A complete web data Retrieval-Augmented Generation (RAG) pipeline built with TypeScript and Bun that scrapes news articles using Selenium, embeds them with Jina's cloud embeddings API, and stores semantic vectors in Qdrant vector database for fast similarity search and AI-powered applications.
This project demonstrates an end-to-end pipeline that:
- Scrapes headlines and summaries from news websites (currently Wired) using Selenium-powered browser automation.
- Converts the scraped textual content into semantic vector embeddings via Jina's cloud neural embeddings API.
- Uploads and indexes these embeddings with metadata (headline and summary) into a Qdrant cloud-managed vector database optimized for similarity search.
- Enables downstream AI use cases such as semantic search, recommendation, or document retrieval over large volumes of web data.
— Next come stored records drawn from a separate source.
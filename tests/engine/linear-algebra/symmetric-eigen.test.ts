import fc from 'fast-check';
import { EigenvalueDecomposition, Matrix } from 'ml-matrix';
import { afterAll, beforeAll, describe, expect, it } from 'vitest';
import { chooseKernels } from '../../../engine/kernels/form';
import {
  congruence,
  maximumAbsolute,
  multiplyLeftTransposed,
  multiplyRightTransposed,
} from '../../../engine/linear-algebra/dense';
import { symmetricEigen } from '../../../engine/linear-algebra/symmetric-eigen';
import { inForm } from '../../support/kernel-forms';
import { randomSymmetric, seededRandom } from '../../support/random';

/** Largest |VᵀAV − values|, against the largest |A|, and largest |VᵀV − 1|. */
function defects(
  matrix: Float64Array,
  n: number,
): { residual: number; orthogonality: number; values: Float64Array } {
  const { values, vectors } = symmetricEigen(matrix, n);
  const diagonal = congruence(matrix, vectors, n, n);
  const metric = multiplyLeftTransposed(vectors, vectors, n, n, n);
  let residual = 0;
  let orthogonality = 0;
  for (let i = 0; i < n; i++) {
    for (let j = 0; j < n; j++) {
      residual = Math.max(residual, Math.abs(diagonal[i * n + j] - (i === j ? values[i] : 0)));
      orthogonality = Math.max(orthogonality, Math.abs(metric[i * n + j] - (i === j ? 1 : 0)));
    }
  }
  return { residual: residual / Math.max(maximumAbsolute(matrix), Number.MIN_VALUE), orthogonality, values };
}

/** A matrix with the spectrum given, turned by the eigenvectors of a random one. */
function withSpectrum(spectrum: readonly number[], seed: number): Float64Array {
  const n = spectrum.length;
  const { vectors } = symmetricEigen(randomSymmetric(n, seededRandom(seed)), n);
  const scaled = Float64Array.from(vectors, (element, k) => element * spectrum[k % n]);
  return multiplyRightTransposed(scaled, vectors, n, n, n);
}

describe.each(['fast', 'plain'] as const)('symmetricEigen, %s form', (form) => {
  beforeAll(() => chooseKernels(form));
  afterAll(() => chooseKernels('fast'));

  it.each([1, 2, 7, 30, 101])('identity: VᵀAV is diagonal with rising values and VᵀV = 1, n = %i', (n) => {
    const { residual, orthogonality, values } = defects(randomSymmetric(n, seededRandom(n)), n);
    expect(residual).toBeLessThan(1e-13);
    expect(orthogonality).toBeLessThan(1e-13);
    expect(Array.from(values)).toEqual(Array.from(values.slice().sort()));
  });

  it('identity: the second-difference matrix has the eigenvalues 2 − 2cos(kπ/(n+1))', () => {
    const n = 12;
    const matrix = new Float64Array(n * n);
    for (let i = 0; i < n; i++) {
      matrix[i * n + i] = 2;
      if (i > 0) {
        matrix[i * n + i - 1] = -1;
        matrix[(i - 1) * n + i] = -1;
      }
    }
    symmetricEigen(matrix, n).values.forEach((value, k) => {
      expect(Math.abs(value - (2 - 2 * Math.cos(((k + 1) * Math.PI) / (n + 1))))).toBeLessThan(1e-13);
    });
  });

  it('identity: a matrix with NaN is refused at once instead of iterating for ever', () => {
    expect(() => symmetricEigen(Float64Array.of(1, Number.NaN, Number.NaN, 1), 2)).toThrow(RangeError);
  });

  it.each([3, 17, 64, 150])('independent: the eigenvalues that ml-matrix finds, n = %i', (n) => {
    const matrix = randomSymmetric(n, seededRandom(100 + n));
    const library = new EigenvalueDecomposition(Matrix.from1DArray(n, n, Array.from(matrix)), {
      assumeSymmetric: true,
    }).realEigenvalues;
    symmetricEigen(matrix, n).values.forEach((value, k) => {
      expect(Math.abs(value - library[k])).toBeLessThan(1e-12);
    });
  });

  it.each([
    ['clustered to 1e-10', Array.from({ length: 40 }, (_, k) => (k % 4) + 1e-10 * k)],
    ['sevenfold degenerate', Array.from({ length: 42 }, (_, k) => Math.floor(k / 7) - 3)],
    ['all equal', Array.from({ length: 25 }, () => 1.25)],
    ['of rank one', Array.from({ length: 31 }, (_, k) => (k === 7 ? 4 : 0))],
    ['graded over 14 decades', Array.from({ length: 29 }, (_, k) => 10 ** (-k / 2))],
    ['in pairs of opposite sign', Array.from({ length: 36 }, (_, k) => (k % 2 ? 1 : -1) * (1 + (k >> 1)))],
  ])('identity: a spectrum %s comes back', (_, spectrum) => {
    const n = spectrum.length;
    const { residual, orthogonality, values } = defects(withSpectrum(spectrum, n), n);
    expect(residual).toBeLessThan(1e-13);
    expect(orthogonality).toBeLessThan(1e-13);
    const scale = Math.max(...spectrum.map(Math.abs));
    spectrum
      .slice()
      .sort((a, b) => a - b)
      .forEach((value, k) => {
        expect(Math.abs(values[k] - value)).toBeLessThan(1e-13 * scale * Math.sqrt(n));
      });
  });

  it('identity: the matrix of ones has the eigenvalue n once and 0 otherwise', () => {
    const n = 33;
    const { values } = symmetricEigen(new Float64Array(n * n).fill(1), n);
    expect(Math.abs(values[n - 1] - n)).toBeLessThan(1e-12);
    for (let k = 0; k < n - 1; k++) expect(Math.abs(values[k])).toBeLessThan(1e-13);
  });

  it('identity: the middle of Wilkinson’s matrix W21+ is found although its pairs agree to 1e-14', () => {
    const n = 21;
    const matrix = new Float64Array(n * n);
    for (let i = 0; i < n; i++) {
      matrix[i * n + i] = Math.abs(i - 10);
      if (i > 0) matrix[i * n + i - 1] = matrix[(i - 1) * n + i] = 1;
    }
    const { residual, orthogonality, values } = defects(matrix, n);
    expect(residual).toBeLessThan(1e-14);
    expect(orthogonality).toBeLessThan(1e-13);
    expect(values[20] - values[19]).toBeLessThan(1e-13);
    // the trace, 2·(1 + … + 10)
    const total = values.reduce((sum, value) => sum + value, 0);
    expect(Math.abs(total - 110)).toBeLessThan(1e-12);
  });

  it.each([1e-300, 1e-150, 1e150, 1e300])(
    'identity: scaling the matrix by %d scales its eigenvalues',
    (factor) => {
      const n = 12;
      const matrix = randomSymmetric(n, seededRandom(5));
      const { values } = symmetricEigen(matrix, n);
      const scaled = symmetricEigen(
        matrix.map((element) => element * factor),
        n,
      );
      scaled.values.forEach((value, k) => {
        expect(Math.abs(value / factor - values[k])).toBeLessThan(1e-13);
      });
    },
  );

  it.each([1, 3])('identity: a matrix of rank %i among 60 rows: as many values that are not zero', (rank) => {
    const n = 60;
    const columns = randomSymmetric(n, seededRandom(8)).subarray(0, rank * n);
    const matrix = multiplyLeftTransposed(columns, columns, n, rank, n);
    const { residual, orthogonality, values } = defects(matrix, n);
    expect(residual).toBeLessThan(1e-13);
    expect(orthogonality).toBeLessThan(1e-13);
    expect(values.filter((value) => Math.abs(value) > 1e-12)).toHaveLength(rank);
  });

  it.each([1e-40, 1e-80, 1e-130, 1e-170])(
    'identity: rows with elements %d times as large as the others',
    (small) => {
      const n = 60;
      const matrix = randomSymmetric(n, seededRandom(8)).map((value, place) => {
        const large = Number(place >= n * 30) + Number(place % n >= 30);
        return [small, Math.sqrt(small), 1][large]! * value;
      });
      const { residual, orthogonality } = defects(matrix, n);
      expect(residual).toBeLessThan(1e-13);
      expect(orthogonality).toBeLessThan(1e-13);
    },
  );

  it('identity: the zero matrix, a diagonal one and one of size 0', () => {
    expect(symmetricEigen(new Float64Array(0), 0).values).toHaveLength(0);
    expect(defects(new Float64Array(9), 3)).toMatchObject({ residual: 0, orthogonality: 0 });
    const { values } = symmetricEigen(Float64Array.of(3, 0, 0, 0, -1, 0, 0, 0, 2), 3);
    expect(Array.from(values)).toEqual([-1, 2, 3]);
  });
});

/** Spectra with clusters, repeated values, gaps and sizes from 1 to 1e-12. */
const spectrum = fc.array(
  fc.tuple(
    fc.integer({ min: 1, max: 12 }),
    fc.constantFrom(0, 1e-15, 1e-12, 1e-7, 0.01, 1),
    fc.integer({ min: 0, max: 12 }),
    fc.constantFrom(1, -1),
  ),
  { minLength: 3, maxLength: 9 },
);

describe('the fast form of symmetricEigen', () => {
  it('independent: values, residuals and orthogonality as good as those of the plain form and of ml-matrix', () => {
    fc.assert(
      fc.property(spectrum, fc.integer(), (clusters, seed) => {
        const values = clusters.flatMap(([count, spread, decade, sign]) =>
          Array.from({ length: count }, (_, k) => sign * 10 ** -decade * (1 + spread * k)),
        );
        const n = values.length;
        const matrix = withSpectrum(values, seed);
        const scale = Math.max(maximumAbsolute(matrix), Number.MIN_VALUE);
        const fast = inForm('fast', () => defects(matrix, n));
        expect(fast.residual).toBeLessThan(1e-13);
        expect(fast.orthogonality).toBeLessThan(1e-13);
        const plain = inForm('plain', () => symmetricEigen(matrix, n)).values;
        const library = new EigenvalueDecomposition(Matrix.from1DArray(n, n, Array.from(matrix)), {
          assumeSymmetric: true,
        }).realEigenvalues;
        for (let k = 0; k < n; k++) {
          expect(Math.abs(fast.values[k] - plain[k])).toBeLessThan(2e-14 * scale * Math.sqrt(n));
          expect(Math.abs(fast.values[k] - library[k])).toBeLessThan(5e-14 * scale * Math.sqrt(n));
        }
      }),
      { seed: 4, numRuns: 60 },
    );
  });

  it.each([
    ['of independent blocks', (i: number, j: number) => (i >> 3 === j >> 3 ? 1 / (1 + i + j) : 0)],
    ['with graded rows', (i: number, j: number) => 10 ** (-(i + j) / 8) * Math.cos(i * j)],
    [
      'tridiagonal, with a negative coupling where it is divided',
      (i: number, j: number) => (i === j ? 1 : Math.abs(i - j) === 1 ? -0.5 : 0),
    ],
    ['of equal diagonal elements and hardly any coupling', (i: number, j: number) => (i === j ? 3 : 1e-17)],
  ])('identity: a matrix %s', (_, element) => {
    const n = 70;
    const matrix = Float64Array.from({ length: n * n }, (_, place) =>
      element(Math.floor(place / n), place % n),
    );
    const { residual, orthogonality } = inForm('fast', () => defects(matrix, n));
    expect(residual).toBeLessThan(1e-13);
    expect(orthogonality).toBeLessThan(1e-13);
  });
});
- Modular scraper supporting expansion to multiple websites with clean separation.
- Easy-to-use Jina cloud API integration for fast and accurate embedding generation.
- Efficient, scalable storage and search with Qdrant vector database.
- TypeScript and Bun-powered for fast development and execution.
- Robust, production-ready practices including error handling and environment-based API configurations.
- Node.js or Bun installed (tested with Bun).
- Docker installed (optional, if you want local Qdrant).
- Jina.cloud API key.
- Qdrant cloud API key and URL.
- A modern browser and Chromedriver installed and accessible.
- Clone the repository:
git clone https://github.com/your-username/web-rag-pipeline.git cd web-rag-pipeline - Copy .env.example to .env and add your API keys:
JINA_API_KEY=your_jina_api_key QDRANT_API_KEY=your_qdrant_api_key QDRANT_URL=https://your-qdrant-cloud-instance
-
Install dependencies: bun install
-
Run the full pipeline: bun run main.ts
── main.ts # Orchestrates scraping → embedding → DB storage src/ ├── scraper.ts # Selenium web scraping module ├── embedder.ts # Jina cloud embedding API interface ├── qdrant.ts # Qdrant cloud client and ingestion logic
.env # API keys and configs package.json # Scripts and dependencies
Add more scrapers for other sources. Implement query and retrieval functionality over Qdrant. Add a frontend interface or API server for interactive search. Explore advanced embedding techniques or hybrid search with metadata filtering.
This pipeline serves as a foundational project for building powerful, scalable AI applications leveraging the synergy of web scraping, vector embedding, and similarity search.